**Supplied records:**
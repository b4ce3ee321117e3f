import type { Server } from "node:http";
import type { Browser, Page } from "playwright-core";
import { launchBrowser, serveDist, watch } from "../support/browser";
import { axe } from "../support/panePage";

jest.setTimeout(120_000);

let browser: Browser;
let server: Server;
let page: Page;
let seen: ReturnType<typeof watch>;

beforeAll(async () => {
  browser = await launchBrowser();
  const served = await serveDist();
  server = served.server;
  page = await browser.newPage({ viewport: { width: 1280, height: 900 } });
  seen = watch(page);
  await page.goto(`${served.address}/trial/`);
  await page.waitForSelector("#pane[data-ready]", { timeout: 60_000 });
});
afterAll(async () => {
  await browser?.close();
  await new Promise((done) => (server ? server.close(done) : done(undefined)));
  expect(seen).toEqual({ requests: [], errors: [] });
});

const put = (cells: Record<string, string>): Promise<void> =>
  page.evaluate((given) => {
    const model = (globalThis as any).plinthTrial.model();
    const sheetId = model.getters.getActiveSheetId();
    for (const [at, content] of Object.entries(given)) {
      const { left: col, top: row } = model.getters.getRangeFromSheetXC(sheetId, at).zone;
      model.dispatch("UPDATE_CELL", { sheetId, col, row, content });
    }
  }, cells);

async function select(col: number, row: number): Promise<void> {
  await page.evaluate(([c, r]) => (globalThis as any).plinthTrial.model().selection.selectCell(c, r), [
    col,
    row,
  ] as const);
  await page.waitForTimeout(150);
}

const pane = () => page.locator("#plinth-cell");

test("the pane follows the sheet: selecting, changing a value, undoing the change", async () => {
  await put({ B1: "25", B2: "8", B3: "0.1", B4: "=PLINTH.ABSTRANS(B1,B2,B3)" });
  await select(1, 3);
  await pane().locator(".result strong", { hasText: "0.1342" }).waitFor();
  await put({ B1: "50" });
  await pane().locator(".arguments tbody tr", { hasText: "50" }).first().waitFor();
  await page.evaluate(() => (globalThis as any).plinthTrial.model().dispatch("REQUEST_UNDO"));
  await pane().locator(".result strong", { hasText: "0.1342" }).waitFor();
});

test("a spilled cell is explained by its own element of the range", async () => {
  await put({ D1: "=PLINTH.SWEEP(10,30,3)", E1: "=PLINTH.ABSTRANS(D1:D3,8,0.1)" });
  await select(4, 2);
  await pane().locator(".arguments tbody tr", { hasText: "30" }).first().waitFor();
  await pane().getByRole("button", { name: "Select D3" }).waitFor();
});

test("an error shows what the function said", async () => {
  await put({ B6: "=PLINTH.ABSTRANS(B1,0,B3)" });
  await select(1, 5);
  expect(await pane().locator(".flag").last().innerText()).toMatch(/#NUM!.*above 0, got 0/i);
});

test("an inserted function can be undone", async () => {
  await select(7, 9);
  await pane().getByRole("button", { name: "How bad is resonance?" }).click();
  await pane().locator("fluent-text-input input").first().fill("0.1");
  await pane().locator("fluent-button", { hasText: "Insert" }).click();
  await pane().locator(".head h2", { hasText: "PEAKTRANS" }).waitFor();
  await page.evaluate(() => (globalThis as any).plinthTrial.model().dispatch("REQUEST_UNDO"));
  await pane().locator(".start h2").waitFor();
});

test("a misspelt function shows what the spreadsheet says of it", async () => {
  await put({ B7: "=PLINTH.ABSTRAN(25,8,0.1)" });
  await select(1, 6);
  await pane().locator(".flag", { hasText: "#NAME?" }).waitFor();
  expect(await pane().locator(".flag").innerText()).toMatch(/unknown function.*ABSTRAN/i);
});

test("F6 leads from the grid to the pane and on to the header, and back", async () => {
  const part = () => page.evaluate(() => document.activeElement?.closest("header, #grid, #pane")?.id ?? "nowhere");
  await page.locator("#open").focus();
  const parts: string[] = [];
  for (const key of ["F6", "F6", "F6", "Shift+F6"]) {
    await page.keyboard.press(key);
    parts.push(await part());
  }
  expect(parts).toEqual(["grid", "pane", "", "pane"]);
});

test("the legacy example is audited in place, and its sheet stays as it was", async () => {
  await page.getByRole("button", { name: "Examples" }).click();
  await page.locator("#example-list button", { hasText: "Legacy sheet" }).click();
  await page.waitForTimeout(1500);
  const formulas = () =>
    page.evaluate(() => {
      const { getters } = (globalThis as any).plinthTrial.model();
      return getters
        .getSheetIds()
        .flatMap((id: string) => Object.values(getters.getCells(id)).map((cell: any) => cell.content));
    });
  const before = await formulas();
  await page.getByRole("tab", { name: "Audit" }).click();
  await page.locator("#plinth-audit fluent-button[appearance=primary]").click();
  await page.locator(".results .group").first().waitFor({ timeout: 60_000 });
  expect(await formulas()).toEqual(before);
  expect(await axe(page)).toEqual([]);
});

test("an accepted finding is there when the copy is opened, and gone with another workbook", async () => {
  const entry = page.locator("#plinth-audit .entry").first();
  await entry.locator("summary").click();
  await entry.locator("input").fill("measured on site");
  await entry.locator("fluent-button", { hasText: "Keep" }).click();
  await page.locator("#plinth-audit .fold", { hasText: "Accepted" }).waitFor();
  await page.locator("#save").click();
  const [download] = await Promise.all([
    page.waitForEvent("download"),
    page.locator("#save-form [type=submit]").click(),
  ]);
  await page.getByRole("button", { name: "Examples" }).click();
  await page.locator("#example-list button", { hasText: "Sizing sheet" }).click();
  await page.waitForFunction(() => document.querySelector("#plinth-audit .results")?.childElementCount === 0);
  expect(await page.evaluate(() => (globalThis as any).plinthTrial.sheet.notes())).toBeNull();
  await page.locator("#file").setInputFiles(await download.path());
  await page.waitForTimeout(1500);
  await page.locator("#plinth-audit fluent-button[appearance=primary]").click();
  const accepted = page.locator("#plinth-audit .fold", { hasText: "Accepted" });
  await accepted.waitFor({ timeout: 60_000 });
  expect(await accepted.innerText()).toMatch(/Accepted/);
  await accepted.locator("summary").first().click();
  await accepted.locator(".group summary").first().click();
  expect(await accepted.innerText()).toMatch(/measured on site/);
});

test("the pane's own rows and bars keep out of the way of the library's style sheet", async () => {
  const { left, right } = await page.locator("#plinth-audit").evaluate((panel) => {
    const inside = (element: Element) => element.getBoundingClientRect();
    const run = inside(panel.querySelector("fluent-button[appearance=primary]")!);
    const lead = inside(panel.querySelector("h2")!);
    return { left: run.left - lead.left, right: lead.right - run.right };
  });
  expect(left).toBe(0);
  expect(right).toBeGreaterThan(0);
});
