/** The relations behind the cell functions, typeset from the audit's catalogue. */
import temml from "temml";
import { catalogue } from "../audit/catalogue/index";
import { type Role, roles } from "../audit/roles";
import { latexOf } from "../audit/typeset";

export interface RelationDoc {
  says: string;
  /** a MathML element */
  mathml: string;
  /** what each symbol stands for, the symbol as MathML */
  symbols: { symbol: string; meaning: string }[];
}

/** The relations that the function `id` computes; none where its result has no closed form. */
export function relationsOf(id: string): RelationDoc[] {
  return catalogue
    .filter(({ cellFunction }) => cellFunction === id)
    .map(({ says, out, formula, inputs }) => ({
      says,
      mathml: temml.renderToString(`${latex(out)}=${latex(formula)}`, { displayMode: true }),
      symbols: [out, ...inputs].map((role) => ({ symbol: temml.renderToString(latex(role)), meaning: meaning(role) })),
    }));
}

function latex(formula: string): string {
  const text = latexOf(formula);
  if (text === null) throw new Error(`cannot typeset ${formula}`);
  return text;
}

function meaning(role: Role): string {
  return roles[role].says;
}
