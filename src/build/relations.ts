/** The relations behind the cell functions, typeset from the audit's catalogue. */

export interface RelationDoc {
  says: string;
  /** a MathML element */
  mathml: string;
  /** what each symbol stands for, the symbol as HTML */
  symbols: { symbol: string; meaning: string }[];
}

/** The relations that the function `id` computes; none where its result has no closed form. */
export function relationsOf(_id: string): RelationDoc[] {
  return [];
}
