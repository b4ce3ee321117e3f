import { CellFailure } from "./failure";
import { type Argument, lift, one, word } from "./cell";

/** Relative tolerance when none, or 0, is given. */
const USUAL_TOLERANCE = 0.001;

/**
 * Verdict on a hand-made value: agrees, or the known mistake that gives it, or the value that was expected.
 * @customfunction CHECK
 * @param handValue Value that the sheet found by hand; SI unit of the quantity, fraction, dB or degrees; any. Number or range.
 * @param quantity What it should be; word; such as absolute-transmissibility or natural-frequency, listed on the help page.
 * @param [tolerance] Relative difference still taken as agreement; fraction; above 0, below 1. One number. Left out: 0.001.
 * @param inputs The quantity's inputs in their order; SI units; as listed on the help page. Number or range.
 * @returns Text: the verdict; no unit; shape of handValue and inputs together.
 * @example =CHECK(0.134190254899201, "absolute-transmissibility", , 25, 8, 0.1) gives "agrees"
 * @example =LEFT(CHECK(0.113793, "absolute-transmissibility", , 25, 8, 0.1), 25) gives "numerator-damping-missing"
 * @failure wrong-shape when the quantity takes another number of inputs
 * @source The relations and slips of the audit's catalogue, the right value from the cell functions
 * @leavesOut It knows the value and the inputs, not the formula: two mistakes that give one number are both named.
 */
export async function CHECK(
  handValue: any[][],
  quantity: string,
  tolerance: any[][],
  inputs: any[][][],
): Promise<any[][]> {
  const [{ checkValue }, { checkables, inputsOf }] = await Promise.all([
    import("../audit/check"),
    import("../audit/checkables"),
  ]);
  const names = Object.keys(checkables) as (keyof typeof checkables)[];
  const chosen = word("quantity", quantity, names);
  const relative = one("tolerance", tolerance, 0) || USUAL_TOLERANCE;
  if (!(relative > 0 && relative < 1)) {
    throw new CellFailure("outside-domain", `tolerance must be above 0 and below 1, got ${relative}`);
  }
  const { names: wanted, labels, least } = inputsOf(chosen);
  const given = withoutBlankEnd(inputs ?? []);
  if (given.length < least || given.length > wanted.length) {
    const listed = labels.map((label, i) => (i < least ? label : `[${label}]`)).join(", ");
    throw new CellFailure("wrong-shape", `${chosen} takes the inputs ${listed}; got ${given.length}`);
  }
  return lift((hand, ...values) => checkValue(hand, chosen, relative, values.slice(0, given.length)), {
    handValue,
    ...Object.fromEntries(given.map((input, i) => [labels[i], input])),
  });
}

/** Left-out arguments at the end of the list do not count. */
function withoutBlankEnd(inputs: Argument[]): Argument[] {
  const last = inputs.findLastIndex((input) => {
    const cell = Array.isArray(input) ? (input as any)[0]?.[0] : input;
    return !(cell === null || cell === undefined || cell === "");
  });
  return inputs.slice(0, last + 1);
}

**About this task:**
In the listing, find every line with the word "RelationDoc" and return it.

**Response to this task:**
export interface RelationDoc {
export function relationsOf(id: string): RelationDoc[] {
export interface RelationDoc {
export function relationsOf(_id: string): RelationDoc[] {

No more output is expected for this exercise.